⟨
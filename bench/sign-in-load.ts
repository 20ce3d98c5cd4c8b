// Benchmark: how long a health check waits while failed sign-ins hash passwords (bcryptjs, cost 12
// unless BCRYPT_COST says otherwise).
// Run with `npx tsx --conditions=react-server bench/sign-in-load.ts`.
//
// A server process answers GET /health at once and POST /sign-in… with a failed sign-in; this
// process sends N sign-ins in parallel and, while they run, asks /health again and again, one
// request at a time, and reports its latencies. Three cases:
//   unbounded    every sign-in compares at once with bcrypt.compare on the request thread (the old path);
//   one-at-time  signInWithPassword from N different addresses (each compare waits its turn in the
//                password thread, lib/workers/passwords.mjs);
//   one-address  signInWithPassword, 4 × N attempts from one address at one account: the
//                account-and-address limit lets 10 compare, the rest are refused before hashing.
import { fork, type ChildProcess } from "node:child_process";
import fs from "node:fs";
import http from "node:http";
import os from "node:os";
import path from "node:path";

const PARALLEL = Number(process.env.PARALLEL || 16);

async function serve() {
  const dir = fs.mkdtempSync(path.join(os.tmpdir(), "headroom-bench-sign-in-"));
  process.env.DATABASE_PATH = path.join(dir, "bench.db");
  process.env.BCRYPT_COST ??= "12";
  process.env.LOG_LEVEL = "silent";
  const bcrypt = (await import("bcryptjs")).default;
  const { getDb } = await import("@/db/client");
  const { users } = await import("@/db/schema");
  const { signInWithPassword } = await import("@/lib/auth/sign-in");
  const { bcryptCost } = await import("@/lib/config");

  const hash = bcrypt.hashSync("the right password", bcryptCost());
  getDb().insert(users).values({ email: "owner@example.test", name: "Owner", role: "admin", passwordHash: hash }).run();
  const started = performance.now();
  await bcrypt.compare("wrong", hash);
  const compareMs = performance.now() - started;

  const server = http.createServer(async (request, response) => {
    if (request.url === "/health") {
      response.end("ok");
      return;
    }
    if (request.url === "/reset") {
      getDb().$client.prepare("DELETE FROM rate_limits").run();
      response.end();
      return;
    }
    let status = 401;
    try {
      if (request.url === "/sign-in-unbounded") await bcrypt.compare("wrong", hash);
      else await signInWithPassword("owner@example.test", "wrong", { clientIp: String(request.headers["x-bench-ip"]) });
    } catch (error) {
      status = (error as { status?: number }).status ?? 500;
    }
    response.statusCode = status;
    response.end();
  });
  server.listen(0, "127.0.0.1", () => {
    process.send!({ port: (server.address() as { port: number }).port, compareMs, cost: bcryptCost() });
  });
  process.on("disconnect", () => {
    server.close();
    fs.rmSync(dir, { recursive: true, force: true });
    process.exit(0);
  });
}

function percentile(sorted: number[], q: number): number {
  return sorted[Math.min(sorted.length - 1, Math.floor(q * sorted.length))];
}

async function drive() {
  const child: ChildProcess = fork(process.argv[1], ["--serve"], { execArgv: process.execArgv });
  const { port, compareMs, cost } = await new Promise<{ port: number; compareMs: number; cost: number }>((resolve) => child.once("message", resolve as never));
  const send = (method: string, pathName: string, headers: Record<string, string> = {}) =>
    new Promise<number>((resolve, reject) => {
      const request = http.request({ host: "127.0.0.1", port, path: pathName, method, headers, agent: false }, (response) => {
        response.resume();
        response.on("end", () => resolve(response.statusCode ?? 0));
      });
      request.on("error", reject);
      request.end();
    });

  console.log(`one compare at cost ${cost}: ${compareMs.toFixed(0)} ms; ${os.cpus().length} cores, load ${os.loadavg()[0].toFixed(2)}`);
  for (const [label, pathName, count, ipOf] of [
    ["unbounded", "/sign-in-unbounded", PARALLEL, (i: number) => `198.51.100.${i}`],
    ["one-at-time", "/sign-in", PARALLEL, (i: number) => `198.51.100.${i}`],
    ["one-address", "/sign-in", 4 * PARALLEL, () => "203.0.113.66"],
  ] as const) {
    await send("POST", "/reset");
    const started = performance.now();
    let done = false;
    const signIns = Promise.all(Array.from({ length: count }, (_, i) => send("POST", pathName, { "x-bench-ip": ipOf(i) }))).then((statuses) => {
      done = true;
      return statuses;
    });
    const latencies: number[] = [];
    while (!done) {
      const t = performance.now();
      await send("GET", "/health");
      latencies.push(performance.now() - t);
      await new Promise((resolve) => setTimeout(resolve, 10));
    }
    const statuses = await signIns;
    const elapsed = performance.now() - started;
    const byStatus = statuses.reduce<Record<number, number>>((acc, s) => ({ ...acc, [s]: (acc[s] ?? 0) + 1 }), {});
    const sorted = latencies.sort((a, b) => a - b);
    console.log(
      `${label.padEnd(12)} ${String(count).padStart(3)} sign-ins ${JSON.stringify(byStatus).padEnd(20)} done in ${(elapsed / 1000).toFixed(2)} s; ` +
        `/health median ${percentile(sorted, 0.5).toFixed(0)} ms, p95 ${percentile(sorted, 0.95).toFixed(0)} ms, max ${sorted[sorted.length - 1].toFixed(0)} ms (${sorted.length} checks)`,
    );
  }
  child.disconnect();
}

void (process.argv.includes("--serve") ? serve() : drive());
⟩
Aim of the task >>
When a line of the material holds the string "http", copy that line.

Your solution >>
import http from "node:http";
  const server = http.createServer(async (request, response) => {
      const request = http.request({ host: "127.0.0.1", port, path: pathName, method, headers, agent: false }, (response) => {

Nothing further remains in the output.